2018 World Junior player Alex Formenton surrenders to London police – National
Former Ottawa Senators player Alex Formenton returned to London police headquarters on Sunday.
Formenton was spotted arriving at the station around 10:15 a.m. by a news camera operator amid reports of pending charges related to an alleged group sexual assault.
London police said it “will provide all updates at our press conference scheduled for Feb. 5, 2024,” in response to Global News’ request for confirmation of Formenton’s surrender.
“London Police have charged several players, including Alex Formenton, in connection with an accusation made in 2018. Alex will strongly defend his innocence and ask that people do not rush to judgment without hearing everything evidence,” Formenton’s attorney said in a statement to the Globe and Mail.
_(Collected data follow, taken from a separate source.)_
Test(path_heading, hold_keeps_start_yaw) {
    veer_route r = route_mixed(VEER_HEADING_HOLD, 0);
    r.start_yaw = 2.2;
    build_ok(&r);
    for (int k = 0; k < g_path.segment_count; k++)
        for (int n = 0; n <= 100; n++) {
            const veer_path_segment *sg = &g_path.segments[k];
            double q[3], dq[3], ddq[3];
            eval(k, sg->s_begin + (sg->s_end - sg->s_begin) * n / 100.0, q, dq, ddq);
            cr_assert(q[2] == 2.2 && dq[2] == 0.0 && ddq[2] == 0.0);
        }
}

Test(path_heading, spin_directions) {
    /* spin contract (route.h): shorter way in (-pi, pi], ccw in [0, 2pi), cw in (-2pi, 0] */
    struct {
        double from, to;
        int dir;
        double delta;
    } cases[] = {
        {0.0, 1.0, 0, 1.0},          {0.0, -1.0, 0, -1.0},           {3.0, -3.0, 0, 2 * PI - 6.0},
        {0.0, -1.0, 1, 2 * PI - 1.0}, {0.0, 1.0, -1, 1.0 - 2 * PI},  {7.0, 7.0 + 0.5, 1, 0.5},
        {0.0, PI, 0, PI},
    };
    for (size_t i = 0; i < sizeof cases / sizeof cases[0]; i++) {
        veer_route r = veer_default_route(2, 3, cases[i].from);
        veer_leg l = veer_default_leg(VEER_LEG_SPIN);
        l.yaw = cases[i].to;
        l.direction = cases[i].dir;
        l.dwell = 0.5;
        leg_add(&r, l);
        build_ok(&r);
        cr_assert_eq(g_path.segment_count, 1);
        cr_assert_eq(g_path.segments[0].waypoint, -1);
        cr_assert_eq(g_path.segments[0].dwell, 0.5);
        cr_assert(fabs(g_path.length - fabs(cases[i].delta)) < 1e-12, "case %zu length %.15g", i, g_path.length);
        double q[3], dq[3], ddq[3];
        for (int n = 0; n <= 10; n++) {
            eval(0, g_path.length * n / 10.0, q, dq, ddq);
            cr_assert(q[0] == 2.0 && q[1] == 3.0 && dq[0] == 0.0 && dq[1] == 0.0);
            cr_assert(fabs(q[2] - (cases[i].from + cases[i].delta * n / 10.0)) < 1e-12);
        }
        cr_assert(fabs(veer__wrap(g_path.end_pose[2] - cases[i].to)) < 1e-12);
    }
}
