// Evaluation must evaluate what choose serves: for every state of a table
// and every greedy setting, the target policy's probabilities are the
// probabilities choose reports for its answers, and choose never answers
// an action the target gives 0.
func TestTargetPolicyFollowsTheGreedyRuleOfChoose(t *testing.T) {
	actions := []string{"email", "text", "wait"}
	table := training.NewQTable(actions, 1)
	table.Set("tried-all", 0, -1, 5)
	table.Set("tried-all", 1, -2, 1)
	table.Set("tried-all", 2, -3, 9)
	table.Set("one-tried", 1, -4, 2)
	rows := []training.QRow{}
	for name, s := range table.States {
		for a := range s.Q {
			if s.Visits[a] > 0 {
				rows = append(rows, training.QRow{State: name, Action: int16(a), Q: s.Q[a], Visits: s.Visits[a], Revision: 1})
			}
		}
	}
	for _, tc := range []struct {
		name     string
		settings func(*training.Settings)
	}{
		{"defaults", func(*training.Settings) {}},
		{"untried compete", func(s *training.Settings) { s.GreedyUntried = true }},
		{"fallback after 3 visits", func(s *training.Settings) { s.GreedyMinVisits, s.GreedyFallback = 3, "wait" }},
	} {
		t.Run(tc.name, func(t *testing.T) {
			p := training.Policy{ID: 1, Name: "renewals", Settings: training.DefaultSettings()}
			p.Actions, p.InitialQ, p.Revision = actions, 1, 1
			tc.settings(&p.Settings)
			r := training.NewReplica(staticSource{p, rows})
			for _, mode := range []training.Mode{training.Greedy, training.Explore} {
				target := training.NewTargetPolicy(table, mode, nil, p.Settings)
				// Every action, or email and wait only (a mask of bits 0 and 2).
				for _, mask := range []struct {
					names []string
					set   training.ActionSet
				}{{nil, nil}, {[]string{"email", "wait"}, training.ActionSet{0b101}}} {
					for _, state := range []string{"tried-all", "one-tried", "unseen"} {
						for range 200 {
							c, err := r.Choose(context.Background(), "renewals", training.ChooseRequest{State: state, Mode: mode, Allowed: mask.names})
							if errors.Is(err, training.ErrNoAnswer) {
								for a := range actions {
									if pr := target.Probability(state, mask.set, int16(a)); pr != 0 {
										t.Fatalf("%s %s: choose has no answer, target gives %s %v", mode, state, actions[a], pr)
									}
								}
								break
							}
							if err != nil {
								t.Fatal(err)
							}
							a := slices.Index(actions, c.Action)
							if pr := target.Probability(state, mask.set, int16(a)); math.Abs(pr-c.Probability) > 1e-15 || pr == 0 {
								t.Fatalf("%s %s among %v: choose answered %s with %v, target gives %v", mode, state, mask.names, c.Action, c.Probability, pr)
							}
						}
					}
				}
			}
		})
	}
}
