// FractionFromBestFixed is how far the learned policy got from the best
// single fixed action to optimal: 0 is no better than always taking that
// action, 1 is optimal. Random is a low bar; this one says what learning
// added to the plainest rule.
func (r Report) FractionFromBestFixed() float64 {
	return (r.Learned - r.BestFixed) / (r.Optimal - r.BestFixed)
}

func (r Report) String() string {
	var b strings.Builder
	fmt.Fprintf(&b, "episodes sent:             %d (%d duplicates) in %s\n", r.Episodes, r.Duplicates, r.Elapsed.Round(time.Second))
	if r.PriorEpisodes > 0 {
		fmt.Fprintf(&b, "episodes stored before:    %d (the policy kept learning from them)\n", r.PriorEpisodes)
	}
	if r.Untrained > 0 {
		fmt.Fprintf(&b, "not yet trained:           %d episodes when Q was read\n", r.Untrained)
	}
	fmt.Fprintf(&b, "mean return, last %-6d   %.3f (while exploring)\n", r.Window, r.MeanReturn)
	fmt.Fprintf(&b, "optimal expected return:   %.3f\n", r.Optimal)
	fmt.Fprintf(&b, "learned greedy policy:     %.3f\n", r.Learned)
	fmt.Fprintf(&b, "exploring behaviour:       %.3f (explore mode on the learned Q, as it stands)\n", r.Exploring)
	fmt.Fprintf(&b, "best fixed action:         %.3f (always %s)\n", r.BestFixed, r.BestFixedAction)
	fmt.Fprintf(&b, "random policy:             %.3f\n", r.Random)
	fmt.Fprintf(&b, "random -> optimal:         %.1f%% of the way\n", 100*r.Fraction())
	fmt.Fprintf(&b, "best fixed -> optimal:     %.1f%% of the way\n", 100*r.FractionFromBestFixed())
	b.WriteString("day-0 action by customer (learned / optimal):\n")
	for _, f := range r.FirstDay {
		fmt.Fprintf(&b, "  %-18s %-7s  %s / %s", f.State.Reason, f.State.Plan, joinActions(f.Learned), joinActions(f.Optimal))
		if f.Shortfall > 0 {
			fmt.Fprintf(&b, "  (%.3f less)", f.Shortfall)
		}
		b.WriteString("\n")
	}
	return b.String()
}

func joinActions(actions []Action) string {
	names := make([]string, len(actions))
	for i, a := range actions {
		names[i] = a.String()
	}
	return strings.Join(names, " or ")
}

// Run registers the demo policy, plays simulated customers against the
// service until the duration or episode budget is used up, waits for the
// worker to train what was sent, and reports how good the learned policy
// is against the exact optimum.
func Run(ctx context.Context, cfg Config, out io.Writer) (Report, error) {
	if err := cfg.validate(); err != nil {
		return Report{}, fmt.Errorf("demo config: %w", err)
	}
	c, err := newDriver(cfg)
	if err != nil {
		return Report{}, err
	}
	if err = c.putPolicy(ctx); err != nil {
		return Report{}, err
	}
	before, err := c.policyStatus(ctx)
	if err != nil {
		return Report{}, err
	}
	optimal := Optimal(cfg.Settings.Gamma)
	report := Report{
		PriorEpisodes: before.Episodes,
		Optimal:       optimal.Start(),
		Random:        RandomValue(cfg.Settings.Gamma),
	}
	report.BestFixedAction, report.BestFixed = BestFixedAction(cfg.Settings.Gamma)
	fmt.Fprintf(out, "demo: policy %q at %s; optimal expected return %.3f, random %.3f\n",
		cfg.Policy, cfg.BaseURL, report.Optimal, report.Random)

	start := time.Now()
	traffic, err := c.sendTraffic(ctx, out)
	if err != nil {
		return Report{}, err
	}
	report.Episodes, report.Duplicates = traffic.sent, traffic.duplicates
	report.MeanReturn, report.Window = traffic.window.mean(), traffic.window.len()
	report.Elapsed = time.Since(start)

	fmt.Fprintf(out, "demo: waiting for the worker to train what was sent\n")
	if report.Untrained, err = c.settle(ctx); err != nil {
		return Report{}, err
	}
	q, visits, err := c.readQ(ctx)
	if err != nil {
		return Report{}, err
	}
	report.Learned = Evaluate(Greedy(q), cfg.Settings.Gamma).Start()
	exploring := EpsilonSoft(q, func(s State) float64 { return cfg.Settings.epsilonFor(visits[s]) })
	report.Exploring = Evaluate(exploring, cfg.Settings.Gamma).Start()
	greedy := Greedy(q)
	for _, st := range Starts() {
		var shortfall float64
		for a, p := range greedy(st.State) {
			shortfall += p * (optimal.V[st.State] - optimal.Q[st.State][a])
		}
		report.FirstDay = append(report.FirstDay, FirstAction{
			State:     st.State,
			Learned:   Values{Q: q}.BestActions(st.State),
			Optimal:   optimal.BestActions(st.State),
			Shortfall: shortfall,
		})
	}
	return report, nil
}

// driver plays the simulated customers through the qtally client.
type driver struct {
	cfg   Config
	api   *client.Client
	runID string
}

func newDriver(cfg Config) (*driver, error) {
	transport := http.DefaultTransport.(*http.Transport).Clone()
	// Only the given address: no proxy from the environment.
	transport.Proxy = nil
	// Keep a connection per worker open instead of redialling.
	transport.MaxIdleConnsPerHost = cfg.Concurrency + 2
	api, err := client.New(cfg.BaseURL, client.Options{Token: cfg.Token,
		HTTPClient: &http.Client{Transport: transport, Timeout: 30 * time.Second}})
	if err != nil {
		return nil, err
	}
	return &driver{
		cfg: cfg,
		api: api,
		// Episode ids must not collide with an earlier run's on the same
		// policy, or the service would drop them as duplicates.
		runID: strconv.FormatInt(time.Now().UnixNano(), 36),
	}, nil
}

func sleep(ctx context.Context, d time.Duration) error {
	t := time.NewTimer(d)
	defer t.Stop()
	select {
	case <-t.C:
		return nil
	case <-ctx.Done():
		return ctx.Err()
	}
}

func (c *driver) putPolicy(ctx context.Context) error {
	st := c.cfg.Settings
	settings := client.Settings{Actions: ActionNames(), Gamma: st.Gamma, Alpha: st.Alpha, Epsilon: st.Epsilon,
		EpsilonMin: st.EpsilonMin, EpsilonDecayVisits: st.EpsilonDecayVisits, Visit: st.Visit, InitialQ: st.InitialQ,
		// The exact optimum is what the status page's learning curve
		// should approach.
		ReturnTarget: &client.ReturnTarget{Value: Optimal(st.Gamma).Start(), Label: "exact optimum"}}
	_, _, err := c.api.PutPolicy(ctx, c.cfg.Policy, settings, "")
	if client.ProblemOf(err) == client.ProblemPreconditionRequired {
		// The policy exists from an earlier run. The demo owns it, so its
		// settings replace whatever is there, on purpose.
		_, _, err = c.api.PutPolicy(ctx, c.cfg.Policy, settings, client.IfMatchAny)
	}
	if err != nil {
		if client.ProblemOf(err) == client.ProblemConflict {
			return fmt.Errorf("policy %q already learned with other actions; choose another policy name: %w", c.cfg.Policy, err)
		}
		return err
	}
	return nil
}

func (c *driver) policyStatus(ctx context.Context) (client.PolicyStatus, error) {
	return c.api.Policy(ctx, c.cfg.Policy)
}

// playEpisode runs one customer: the service chooses each day's action,
// exploring, and the model answers with what the customer did. The
// recorder logs each step from the choice itself; with KeepEpisodes qtally
// records each decision instead, the rewards are added as they happen and
// the episode is ended when the case closes (ended counts it).
func (c *driver) playEpisode(ctx context.Context, n int, actions map[string]Action, rec *client.Recorder, ended *atomic.Int64) (float64, error) {
	rng := rand.New(rand.NewPCG(c.cfg.Seed, uint64(n)))
	id := fmt.Sprintf("demo-%s-%d", c.runID, n)
	var recording *client.Recording
	if !c.cfg.KeepEpisodes {
		recording = rec.Start(id)
	}
	var ret, discount float64 = 0, 1
	s := SampleStart(rng)
	for day := 0; ; day++ {
		req := client.ChooseRequest{State: s.String(), Mode: client.Explore}
		var choice client.Choice
		var err error
		if c.cfg.KeepEpisodes {
			// Recorded by qtally before it answers; a retry of the same
			// step gets the same answer.
			choice, err = c.api.ChooseRecorded(ctx, c.cfg.Policy, id, day, req)
		} else {
			choice, err = c.api.Choose(ctx, c.cfg.Policy, req)
		}
		if err != nil {
			return 0, err
		}
		a, ok := actions[choice.Action]
		if !ok {
			return 0, fmt.Errorf("choose answered unknown action %q", choice.Action)
		}
		o := Step(s, a, rng)
		if c.cfg.KeepEpisodes {
			if o.Reward != 0 {
				// The key makes a retried addition count once.
				opts := client.RewardOptions{Key: fmt.Sprintf("day-%d", day)}
				if _, err := c.api.AddReward(ctx, c.cfg.Policy, id, o.Reward, opts); err != nil {
					return 0, err
				}
			}
		} else {
			recording.Step(choice)
			recording.Reward(o.Reward)
		}
		ret += discount * o.Reward
		discount *= c.cfg.Settings.Gamma
		if o.Done {
			if !c.cfg.KeepEpisodes {
				return ret, recording.End(ctx)
			}
			if _, err := c.api.EndEpisode(ctx, c.cfg.Policy, id, nil); err != nil {
				return 0, err
			}
			ended.Add(1)
			return ret, nil
		}
		s = o.Next
	}
}

// window is a running mean over the most recent returns.
type window struct {
	returns []float64
	next    int
	full    bool
}

func newWindow(size int) *window { return &window{returns: make([]float64, size)} }

func (w *window) add(g float64) {
	w.returns[w.next] = g
	w.next = (w.next + 1) % len(w.returns)
	w.full = w.full || w.next == 0
}

func (w *window) len() int {
	if w.full {
		return len(w.returns)
	}
	return w.next
}

func (w *window) mean() float64 {
	n := w.len()
	if n == 0 {
		return math.NaN()
	}
	var total float64
	for _, g := range w.returns[:n] {
		total += g
	}
	return total / float64(n)
}

type trafficResult struct {
	sent, duplicates int
	window           *window
}

// sendTraffic starts episodes at the configured rate and plays them on
// Concurrency workers; a recorder posts them in batches of BatchSize (or,
// with KeepEpisodes, each is ended in qtally). It prints progress as the
// service answers.
func (c *driver) sendTraffic(ctx context.Context, out io.Writer) (trafficResult, error) {
	g, ctx := errgroup.WithContext(ctx)
	jobs := make(chan int)
	returns := make(chan float64, c.cfg.Concurrency)
	result := trafficResult{window: newWindow(c.cfg.Window)}
	rec := c.api.NewRecorder(c.cfg.Policy, client.RecorderOptions{BatchSize: c.cfg.BatchSize})
	// Episodes qtally keeps are counted as they end; the recorder then
	// has nothing to post.
	var ended atomic.Int64
	stats := func() (sent, duplicates int) {
		if c.cfg.KeepEpisodes {
			return int(ended.Load()), 0
		}
		st := rec.Stats()
		return int(st.Accepted + st.Duplicates), int(st.Duplicates)
	}

	g.Go(func() error {
		defer close(jobs)
		return c.dispatch(ctx, jobs)
	})

	actions := make(map[string]Action, numActions)
	for _, a := range Actions() {
		actions[a.String()] = a
	}
	var workers sync.WaitGroup
	for range c.cfg.Concurrency {
		workers.Add(1)
		g.Go(func() error {
			defer workers.Done()
			for n := range jobs {
				ret, err := c.playEpisode(ctx, n, actions, rec, &ended)
				if err != nil {
					return err
				}
				select {
				case returns <- ret:
				case <-ctx.Done():
					return ctx.Err()
				}
			}
			return nil
		})
	}
	go func() {
		workers.Wait()
		close(returns)
	}()

	g.Go(func() error {
		start := time.Now()
		printed := -1
		progress := func() {
			result.sent, result.duplicates = stats()
			if result.sent != printed {
				c.progress(out, start, result)
				printed = result.sent
			}
		}
		ticker := time.NewTicker(c.cfg.ProgressInterval)
		defer ticker.Stop()
		for {
			select {
			case ret, ok := <-returns:
				if !ok {
					if err := rec.Close(ctx); err != nil {
						return err
					}
					progress()
					return nil
				}
				result.window.add(ret)
			case <-ticker.C:
				if err := rec.Err(); err != nil {
					return err
				}
				progress()
			case <-ctx.Done():
				return ctx.Err()
			}
		}
	})

	err := g.Wait()
	if err != nil {
		// Episodes already ended are still posted, within a bound.
		closing, cancel := context.WithTimeout(context.WithoutCancel(ctx), 10*time.Second)
		defer cancel()
		_ = rec.Close(closing)
		return trafficResult{}, err
	}
	return result, nil
}
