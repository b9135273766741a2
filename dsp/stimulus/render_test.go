package stimulus

import (
	"errors"
	"fmt"
	"math"
	"slices"
	"strings"
	"testing"

	"tonetrace/dsp/plan"
)

func TestKinds(t *testing.T) {
	// The names the stimulus command accepts (the brief for this package).
	want := []string{"noise", "pink", "multitone", "steps", "logsweep"}
	if got := Kinds(); !slices.Equal(got, want) {
		t.Errorf("Kinds() = %q, want %q", got, want)
	}
	k := Kinds()
	k[0] = "changed"
	if Kinds()[0] != "noise" {
		t.Errorf("Kinds shares its slice")
	}
}

func TestRender(t *testing.T) {
	base := Options{Rate: 48000, Seconds: 2, LevelDBFS: -20, CapDBFS: -10, From: 20, To: 20000, Seed: 1, FadeSeconds: 0.05}
	for _, kind := range []string{KindNoise, KindPink, KindSteps, KindLogSweep} {
		t.Run(kind, func(t *testing.T) {
			x, err := Render(kind, base)
			if err != nil {
				t.Fatal(err)
			}
			if len(x) != 96000 {
				t.Errorf("%d samples, want 96000", len(x))
			}
			// Raised-cosine fades start and end at zero.
			if x[0] != 0 || x[len(x)-1] != 0 {
				t.Errorf("ends %g %g, want 0", x[0], x[len(x)-1])
			}
			// Peak convention: the largest sample is the level, exactly for
			// the noises, and for the sines within the sampling of their
			// crests (1e−3).
			amp := Amplitude(base.LevelDBFS)
			low := amp * (1 - 1e-3)
			if kind == KindNoise || kind == KindPink {
				low = amp * (1 - exactTol)
			}
			if pk := peak(x); pk > amp || pk < low {
				t.Errorf("peak %.9g, want %.9g", pk, amp)
			}
			y, _ := Render(kind, base)
			if !slices.Equal(x, y) {
				t.Errorf("not deterministic")
			}
		})
	}
}

// TestDefaultSteps checks the "steps" layout: the third-octave midbands
// whose ISO 266 nominal frequencies lie in range (REFERENCES §9 [S]), equal
// steps, and a total of exactly round(Seconds·Rate) samples.
func TestDefaultSteps(t *testing.T) {
	o := Options{Rate: 48000, Seconds: 10, LevelDBFS: -20, CapDBFS: -10, From: 20, To: 20000, FadeSeconds: 0.02}
	steps, fade, err := DefaultSteps(o)
	if err != nil {
		t.Fatal(err)
	}
	if len(steps) != 31 || fade != 960 {
		t.Fatalf("%d steps, fade %d; want the 31 bands 20 Hz–20 kHz and 960", len(steps), fade)
	}
	bands, _ := plan.ThirdOctave(20, 20000)
	total := fade
	for i, st := range steps {
		// Exact base-10 midbands 1000·10^(x/10), x = −17 … 13.
		if want := 1000 * math.Pow(10, float64(i-17)/10); math.Abs(st.Freq-want) > 1e-9*want || st.Freq != bands[i].Center {
			t.Errorf("step %d at %.6g Hz, want %.6g", i, st.Freq, want)
		}
		if i > 0 && (st.Settle != steps[1].Settle || st.Integrate != steps[1].Integrate) {
			t.Errorf("step %d is %d+%d samples, unlike step 1", i, st.Settle, st.Integrate)
		}
		total += st.Settle + st.Integrate
	}
	if total != 480000 {
		t.Errorf("sequence of %d samples, want 480000", total)
	}
	s, err := NewSteppedSine(o.Rate, steps, fade, o.LevelDBFS, o.CapDBFS)
	if err != nil {
		t.Fatal(err)
	}
	x, _ := Render(KindSteps, o)
	y := make([]float64, s.Len())
	s.Read(y)
	if !slices.Equal(x, y) {
		t.Errorf("Render(steps) differs from the sequence DefaultSteps describes")
	}
	// Steps above Nyquist are dropped: at 16 kHz the 8 kHz band (7943 Hz)
	// is the last one (its nominal 8000 is the limit itself).
	o.Rate, o.To = 16000, 8000
	steps, _, err = DefaultSteps(o)
	if err != nil || steps[len(steps)-1].Freq > 8000 {
		t.Errorf("at 16 kHz: %v, last step %g Hz", err, steps[len(steps)-1].Freq)
	}
}

func TestRenderErrors(t *testing.T) {
	ok := Options{Rate: 48000, Seconds: 1, LevelDBFS: -20, CapDBFS: -10, From: 20, To: 20000, FadeSeconds: 0.01}
	cases := []struct {
		name     string
		kind     string
		edit     func(*Options)
		mentions string
	}{
		{"unknown kind", "chirp", nil, "noise, pink, multitone, steps, logsweep"},
		{"multitone", KindMultitone, nil, "package multitone"},
		{"zero rate", KindNoise, func(o *Options) { o.Rate = 0 }, "sample rate"},
		{"zero duration", KindPink, func(o *Options) { o.Seconds = 0 }, "duration"},
		{"NaN duration", KindPink, func(o *Options) { o.Seconds = math.NaN() }, "duration"},
		{"huge", KindNoise, func(o *Options) { o.Seconds = 1e5 }, "samples"},
		{"fade too long", KindNoise, func(o *Options) { o.FadeSeconds = 0.3 }, "fade"},
		{"negative fade", KindNoise, func(o *Options) { o.FadeSeconds = -0.1 }, "fade"},
		{"level above cap", KindNoise, func(o *Options) { o.LevelDBFS = 0 }, "above the cap"},
		{"steps reversed", KindSteps, func(o *Options) { o.From, o.To = 1000, 100 }, "from"},
		{"steps above Nyquist", KindSteps, func(o *Options) { o.To = 30000 }, "half the sample rate"},
		{"steps no band", KindSteps, func(o *Options) { o.From, o.To = 1010, 1200 }, "no third-octave band"},
		{"steps too short", KindSteps, func(o *Options) { o.Seconds, o.FadeSeconds = 0.0005, 0 }, "per step"},
		{"sweep no range", KindLogSweep, func(o *Options) { o.From = 0 }, "sweep"},
	}
	for _, c := range cases {
		t.Run(c.name, func(t *testing.T) {
			o := ok
			if c.edit != nil {
				c.edit(&o)
			}
			x, err := Render(c.kind, o)
			if err == nil {
				t.Fatalf("no error, %d samples", len(x))
			}
			if !strings.Contains(err.Error(), c.mentions) {
				t.Errorf("error %q does not mention %q", err, c.mentions)
			}
		})
	}
	if _, err := Render(KindNoise, Options{Rate: 48000, Seconds: 1, LevelDBFS: 1, CapDBFS: 0}); !errors.Is(err, ErrLevel) {
		t.Errorf("level error does not wrap ErrLevel: %v", err)
	}
}

func ExampleRender() {
	x, err := Render("pink", Options{Rate: 48000, Seconds: 2, LevelDBFS: -20, CapDBFS: -10, Seed: 1, FadeSeconds: 0.1})
	if err != nil {
		panic(err)
	}
	fmt.Printf("%d samples, peak %.3f (−20 dBFS)\n", len(x), peak(x))
	_, err = Render("chirp", Options{Rate: 48000, Seconds: 1, LevelDBFS: -20, CapDBFS: -10})
	fmt.Println(err)
	// Output:
	// 96000 samples, peak 0.100 (−20 dBFS)
	// stimulus: unknown kind "chirp"; use one of noise, pink, multitone, steps, logsweep
}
Hockey player Alex Formenton turned himself in to the London Police
The 24-year-old is one of five members of Canada’s 2018 World Juniors hockey team who have been told to surrender to police to face charges over the alleged attack in London, Ont, according to a report by The Globe.
The media report released Wednesday cited two sources with knowledge of the investigation who were not named because they were not authorized to speak on the case.
The players were given a set period of time to present themselves at London police headquarters, the Globe reported. Global News has not independently confirmed the Globe’s reporting.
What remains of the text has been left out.